A key challenge will be ensuring that AI is developed and used in a way that is transparent and compatible with the public interest, whilst stimulating and driving innovation in the sector.
This statement is naive.(From m-w, naive:  marked by unaffected simplicity : INGENUOUS). Up to now, have you seen any transparent algorithm available for imaging, triage or any app? For sure not. Therefore, the real key challenge is to stop introducing such algorithms (ban apps) unless there is a regulatory body that takes into account the quality assurance-effectiveness side (sensibility, especificity) and the required transparency for citizens.
Nuffield has released a brief up to now. Let's wait for the report.
If you want a quick answer, check Science this week:
To unlock the potential of advanced analytics while protecting patient safety, regulatory and professional bodies should ensure that advanced algorithms meet accepted standards of clinical benefit, just as they do for clinical therapeutics and predictive biomarkers.

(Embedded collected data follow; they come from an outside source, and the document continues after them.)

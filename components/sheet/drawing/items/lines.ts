import type { Dimension, GuardLine, Walkway } from '@/lib/layout/items';
import { lengthFigure, lengthWords, type LengthUnit } from '@/lib/layout/length-units';
import type { Palette } from '@/lib/layout/palette';
import { fenceStrokes } from '@/lib/layout/guard-doors';
import { walkwayEdges } from '@/lib/layout/walkway-edges';
import { letter, strokeInk, tracePath, uprightAngle, type Ink, type PointMm } from '../ink';
import { drawDoors } from './guard-doors';

export { walkwayEdges } from '@/lib/layout/walkway-edges';

const radians = (degrees: number) => (degrees * Math.PI) / 180;

/** A guard line: red dots, the drawing's one loud line. Item frame. */
export function drawGuardLine(ink: Ink, palette: Palette, px: number, guard: GuardLine): void {
  ink.lineCap = 'round';
  ink.setLineDash([0, 6 * px]);
  if (guard.doors.length === 0) tracePath(ink, guard.pointsMm, guard.closed);
  else {
    ink.beginPath();
    for (const [from, to] of fenceStrokes(guard)) {
      ink.moveTo(...from);
      ink.lineTo(...to);
    }
  }
  strokeInk(ink, palette.red, 2.2 * px);
  ink.setLineDash([]);
  ink.lineCap = 'butt';
  drawDoors(ink, palette, px, guard);
}

/** The guard line's name stands over its upper left corner. */
export function drawGuardLineName(ink: Ink, palette: Palette, px: number, guard: GuardLine): void {
  const turn = radians(guard.angleDeg);
  const upperLeft = (point: PointMm) => {
    const x = Math.cos(turn) * point[0] - Math.sin(turn) * point[1];
    const y = Math.sin(turn) * point[0] + Math.cos(turn) * point[1];
    return y - x;
  };
  const corner = guard.pointsMm.reduce((best, point) => (upperLeft(point) > upperLeft(best) ? point : best));
  letter(ink, palette, px, {
    text: guard.name,
    xMm: corner[0],
    yMm: corner[1],
    angleRad: -turn,
    offsetPx: [10, -10],
    align: 'left',
    weight: 400,
    colour: palette.red,
  });
}

/** A walkway: chain lines along both edges. Item frame. */
export function drawWalkway(ink: Ink, palette: Palette, px: number, walkway: Walkway): void {
  ink.setLineDash([14 * px, 4 * px, 2 * px, 4 * px]);
  for (const edge of walkwayEdges(walkway.pointsMm, walkway.widthMm)) {
    tracePath(ink, edge, false);
    strokeInk(ink, palette.inkSoft, px);
  }
  ink.setLineDash([]);
}

/** The name, and the clear width where the name does not say it already. */
function walkwayWords({ name, widthMm }: Walkway, unit: LengthUnit): string {
  return name.includes(String(widthMm)) ? name : `${name}, keep ${lengthWords(widthMm, unit)} clear`;
}

/** What a walkway asks for, on its middle line near the beginning. */
export function drawWalkwayName(
  ink: Ink,
  palette: Palette,
  px: number,
  walkway: Walkway,
  unit: LengthUnit = 'mm',
): void {
  const [[x1, y1], [x2, y2]] = walkway.pointsMm;
  const turn = radians(walkway.angleDeg);
  const along = Math.atan2(y2 - y1, x2 - x1);
  const { angleRad, flipped } = uprightAngle(along + turn);
  if (Math.hypot(x2 - x1, y2 - y1) < 80 * px) return;
  letter(ink, palette, px, {
    text: walkwayWords(walkway, unit),
    xMm: flipped ? x2 : x1,
    yMm: flipped ? y2 : y1,
    angleRad: angleRad - turn,
    offsetPx: [16, 0],
    align: 'left',
    weight: 400,
    colour: palette.inkSoft,
  });
}

const ARROW_LENGTH_PX = 9;
const ARROW_HALF_PX = 2.6;

/** A dimension as a drawing office draws it: extension lines, arrows, and the length over the line, in millimetres or inches. */
export function drawDimension(
  ink: Ink,
  palette: Palette,
  px: number,
  dimension: Dimension,
  unit: LengthUnit = 'mm',
): void {
  const { fromMm, toMm, offsetMm } = dimension;
  const length = Math.hypot(toMm[0] - fromMm[0], toMm[1] - fromMm[1]);
  if (length === 0) return;
  const along = Math.atan2(toMm[1] - fromMm[1], toMm[0] - fromMm[0]);
  ink.save();
  ink.translate(fromMm[0], fromMm[1]);
  ink.rotate(along);
  const beyond = Math.sign(offsetMm || 1) * 6 * px;
  ink.beginPath();
  for (const x of [0, length]) {
    ink.moveTo(x, Math.abs(offsetMm) > 4 * px ? Math.sign(offsetMm) * 4 * px : 0);
    ink.lineTo(x, offsetMm + beyond);
  }
  ink.moveTo(0, offsetMm);
  ink.lineTo(length, offsetMm);
  strokeInk(ink, palette.ink, px);

  // Where the arrows would meet, they stand outside and point in.
  const outside = length < 3 * ARROW_LENGTH_PX * px;
  ink.fillStyle = palette.ink;
  for (const [tip, direction] of [
    [0, outside ? -1 : 1],
    [length, outside ? 1 : -1],
  ]) {
    tracePath(
      ink,
      [
        [tip, offsetMm],
        [tip + direction * ARROW_LENGTH_PX * px, offsetMm + ARROW_HALF_PX * px],
        [tip + direction * ARROW_LENGTH_PX * px, offsetMm - ARROW_HALF_PX * px],
      ],
      true,
    );
    ink.fill();
  }
  const { flipped } = uprightAngle(along + radians(dimension.angleDeg));
  letter(ink, palette, px, {
    text: lengthFigure(length, unit, 0),
    xMm: length / 2,
    yMm: offsetMm,
    angleRad: flipped ? Math.PI : 0,
    offsetPx: [0, -9],
    sizePx: 13,
    font: 'mono',
  });
  ink.restore();
}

External validation and prospective testing of advanced algorithms are clearly needed
 They explain the five standards and give rules and criteria for regulation. It is really welcome.



February 21, 2019

Pharm niche busters

The Information Pharms Race and Competitive Dynamics of Precision Medicine: Insights from Game Theory
Economic Dimensions of Personalized and Precision Medicine
Precision medicines inherently fragment treatment populations, generating small-population markets, creating high-priced “niche busters” rather than broadly prescribed “blockbusters”. It is plausible to expect that small markets will attract limited entry in which a small number of interdependent differentiated product oligopolists will compete, each possessing market power.
A chapter in a new book on  Precision Medicine explains the new approaches to a oligopolistic market structure where the size of the market may be determined by biomarkers with cut-off valued suggested by pharmaceutical firms. The dynamics of this market is described according to game theory.
I already have pending chapters to read of this book. A must read.



February 16, 2019

Defining roles and skills for digital health

The Topol Review
Preparing the healthcare workforce to deliver the digital future.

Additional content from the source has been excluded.